* [WHAT TO DO] Reproduce precisely the lines between the start of the data below and the line with "One file per", both included.

SUPPLIED RECORDS Start Marker

"""Survey config: a small YAML file that says which file to read and what each column is.

Example::

    survey: visitors_2026.csv        # relative to this config file
    id: response_id
    questions:                       # question name -> text column (order kept)
      low_point: low_point_text
      high_point: high_point_text
    weight: weight                   # optional; none means every response weighs 1
    design:                          # optional
      strata: stratum
      cluster: psu
      fpc: stratum_population        # population size N_h of each stratum
      one_cluster_stratum: refuse  # a stratum with one PSU: refuse | centre | merge
      cluster_ids_restart: false                    # true when cluster ids restart in each stratum
    wave: wave                       # optional
    groups: [market, age_band]       # optional
    lexicon: ../lexicons/visitor_experience.yaml
    seed: 20261202
    non_answers: ["n/a", "none", "-"]   # compared trimmed, lower-cased
    corrections: corrections.csv     # optional: hand corrections applied after coding

One file per wave: ``survey: {2025: wave2025.csv, 2026: wave2026.csv}`` or a list of
``{file: wave2025.csv, wave: 2025}`` items. Each file is read with the same reading
options, its wave written into the ``wave`` column (default name ``wave``), and the
files stacked in config order; their columns must agree.

Reading options, each only for the file types it fits: ``sheet`` (name or 0-based
index, Excel), ``table`` or ``query`` (SQLite), ``encoding`` and ``delimiter`` (CSV).

The file is parsed with PyYAML's safe loader, but through the node tree so every
error names the config line. This module imports only the standard library and
PyYAML, so the CLI can import it at start-up.
"""

from __future__ import annotations

import codecs
from collections.abc import Mapping
from dataclasses import dataclass, field
from pathlib import Path
from typing import Any

import yaml

from ..errors import InputError
from .yaml_files import BoundedLoader, read_yaml_bytes

#: Survey file suffix (lower case) -> reader family.
SURVEY_FORMATS: dict[str, str] = {
    ".csv": "csv", ".tsv": "csv", ".txt": "csv",
    ".xlsx": "excel", ".xlsm": "excel",
    ".parquet": "parquet", ".pq": "parquet",
    ".sav": "spss", ".zsav": "spss",
    ".sqlite": "sqlite", ".sqlite3": "sqlite", ".db": "sqlite",
}

#: Reading option -> the reader families it applies to.
READING_OPTIONS: dict[str, tuple[str, ...]] = {
    "sheet": ("excel",),
    "table": ("sqlite",),
    "query": ("sqlite",),
    "encoding": ("csv",),
    "delimiter": ("csv",),
}

#: Policies for a stratum with a single primary sampling unit (used by the statistics).
ONE_CLUSTER_POLICIES: tuple[str, ...] = ("refuse", "centre", "merge")

#: Answers that count as "not answered" when the config gives none (compared after
#: trimming, collapsing inner whitespace and lower-casing).
DEFAULT_NON_ANSWERS: tuple[str, ...] = (
    "n/a", "na", "n.a.", "none", "-", "--", "nil", "no comment", "no comments", ".",
)

_TOP_KEYS: tuple[str, ...] = (
    "survey", "sheet", "table", "query", "encoding", "delimiter", "id", "questions",
    "weight", "design", "wave", "groups", "lexicon", "seed", "non_answers", "nets",
    "corrections", "redact_names", "max_answer_chars",
)
#: Former names of keys -> their names now (refused with a hint).
_RENAMED_KEYS = {"single_psu": "one_cluster_stratum (values refuse, centre, merge)",
                 "nest": "cluster_ids_restart"}
_DESIGN_KEYS: tuple[str, ...] = ("strata", "cluster", "fpc", "one_cluster_stratum", "cluster_ids_restart")
_REQUIRED: tuple[str, ...] = ("survey", "id", "questions")

# Roles whose columns may also serve another role in this set (a stratum or wave
# variable is often reported as a group too). Every other pairing is an error.
_SHAREABLE_ROLES = frozenset({"strata", "cluster", "wave", "group"})


def survey_format(path: str | Path) -> str | None:
    """Reader family (``"csv"``, ``"excel"``, ``"parquet"``, ``"spss"``, ``"sqlite"``) of a
    survey file from its suffix, or None for an unknown suffix."""
    return SURVEY_FORMATS.get(Path(path).suffix.lower())


def reading_option_misfit(path: str | Path, option: str) -> str | None:
    """Why ``option`` (a key of :data:`READING_OPTIONS`) does not fit the file type of
    ``path``, or None when it fits (or the type is unknown, which is reported elsewhere)."""
    family = survey_format(path)
    allowed = READING_OPTIONS[option]
    if family is None or family in allowed:
        return None
    suffixes = ", ".join(s for s, f in SURVEY_FORMATS.items() if f in allowed)
    return f"'{option}' applies only to {' / '.join(allowed)} files ({suffixes}), not to a {family} file"


@dataclass(frozen=True)
class SurveyConfig:
    """A validated survey config.

    Attributes
    ----------
    path : Path or None
        The config file (None when built from a mapping).
    survey : Path
        The survey file, resolved against the config's folder (with wave files: the first).
    survey_waves : tuple of (str, Path)
        One survey file per wave (``survey: {2025: a.csv, 2026: b.csv}`` or a list of
        ``{file:, wave:}``): each file's wave value and path, in config order. The files
        are read, given their wave in the ``wave`` column (default name ``wave``) and
        stacked. Empty for a single survey file.
    sheet : str or int or None
        Excel sheet name or 0-based index (default: the first sheet).
    table, query : str or None
        SQLite table name, or a read-only SQL query (at most one of the two).
    encoding, delimiter : str or None
        Forced CSV text encoding and field delimiter (default: detected).
    id_column : str
        Column holding the unique response id.
    questions : dict of str to str
        Question name -> text column, in config order.
    weight : str or None
        Weight column (None: every response weighs 1).
    strata, cluster, fpc : str or None
        Design columns; ``fpc`` holds the population size N_h of each stratum.
    one_cluster_stratum : str
        Policy for a stratum with one PSU: ``"refuse"`` (default), ``"centre"`` or ``"merge"``.
    wave : str or None
        Survey wave column.
    groups : tuple of str
        Group (breakdown) columns, in config order.
    lexicon : Path or None
        Theme lexicon, resolved against the config's folder.
    seed : int
        Seed for every random step (default 0).
    non_answers : tuple of str
        Normalised (trimmed, single-spaced, lower-cased) answers that count as not answered.
    redact_names : tuple of str
        Names (staff, guides, places) removed from every output that shows answer text.
    nets : dict of str to tuple of str
        Named unions of themes (``nets: {facilities_any: [toilets, parking]}``),
        estimated like themes by ``textkit prevalence``.
    question_text : dict of str to str
        The wording of questions given as ``{column: ..., text: ...}``.
    corrections : Path or None
        A researcher's corrections (CSV, or a filled review workbook), applied after
        automated coding on every run; resolved against the config's folder.
    """

    path: Path | None
    survey: Path
    id_column: str
    questions: dict[str, str]
    sheet: str | int | None = None
    table: str | None = None
    query: str | None = None
    encoding: str | None = None
    delimiter: str | None = None
    weight: str | None = None
    strata: str | None = None
    cluster: str | None = None
    fpc: str | None = None
    one_cluster_stratum: str = "refuse"
    cluster_ids_restart: bool = False
    wave: str | None = None
    groups: tuple[str, ...] = ()
    lexicon: Path | None = None
    seed: int = 0
    non_answers: tuple[str, ...] = field(default=DEFAULT_NON_ANSWERS)
    redact_names: tuple[str, ...] = ()
    max_answer_chars: int | None = None
    nets: dict[str, tuple[str, ...]] = field(default_factory=dict)
    question_text: dict[str, str] = field(default_factory=dict)
    corrections: Path | None = None
    survey_waves: tuple[tuple[str, Path], ...] = ()

    def roles(self) -> dict[str, Any]:
        """Column roles as a JSON-serialisable dict (for manifests).

        Keys: ``id``, ``questions`` (name -> column), ``weight``, ``strata``, ``cluster``,
        ``fpc``, ``one_cluster_stratum``, ``cluster_ids_restart`` (cluster ids numbered within each stratum),
        ``wave`` (str or None), ``groups`` (list of str), ``nets`` and ``question_text``.
        """
        return {
            "id": self.id_column,
            "questions": dict(self.questions),
            "weight": self.weight,
            "strata": self.strata,
            "cluster": self.cluster,
            "fpc": self.fpc,
            "one_cluster_stratum": self.one_cluster_stratum,
            "cluster_ids_restart": self.cluster_ids_restart,
            "wave": self.wave,
            "groups": list(self.groups),
            "nets": {name: list(members) for name, members in self.nets.items()},
            "question_text": dict(self.question_text),
        }

    def design_columns(self) -> list[str]:
        """The configured weight, strata, cluster, fpc, wave and group columns, in that
        order, without None and without repeats."""
        columns = [self.weight, self.strata, self.cluster, self.fpc, self.wave, *self.groups]
        return list(dict.fromkeys(c for c in columns if c is not None))

    def reading_options(self) -> dict[str, Any]:
        """Keyword arguments for :func:`textkit.readers.read_table` (only those set)."""
        options = {"sheet": self.sheet, "table": self.table, "query": self.query,
                   "encoding": self.encoding, "delimiter": self.delimiter}
        return {k: v for k, v in options.items() if v is not None}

SUPPLIED RECORDS End Marker

* [TASK SOLUTION]
"""Survey config: a small YAML file that says which file to read and what each column is.

Example::

    survey: visitors_2026.csv        # relative to this config file
    id: response_id
    questions:                       # question name -> text column (order kept)
      low_point: low_point_text
      high_point: high_point_text
    weight: weight                   # optional; none means every response weighs 1
    design:                          # optional
      strata: stratum
      cluster: psu
      fpc: stratum_population        # population size N_h of each stratum
      one_cluster_stratum: refuse  # a stratum with one PSU: refuse | centre | merge
      cluster_ids_restart: false                    # true when cluster ids restart in each stratum
    wave: wave                       # optional
    groups: [market, age_band]       # optional
    lexicon: ../lexicons/visitor_experience.yaml
    seed: 20261202
    non_answers: ["n/a", "none", "-"]   # compared trimmed, lower-cased
    corrections: corrections.csv     # optional: hand corrections applied after coding

One file per wave: ``survey: {2025: wave2025.csv, 2026: wave2026.csv}`` or a list of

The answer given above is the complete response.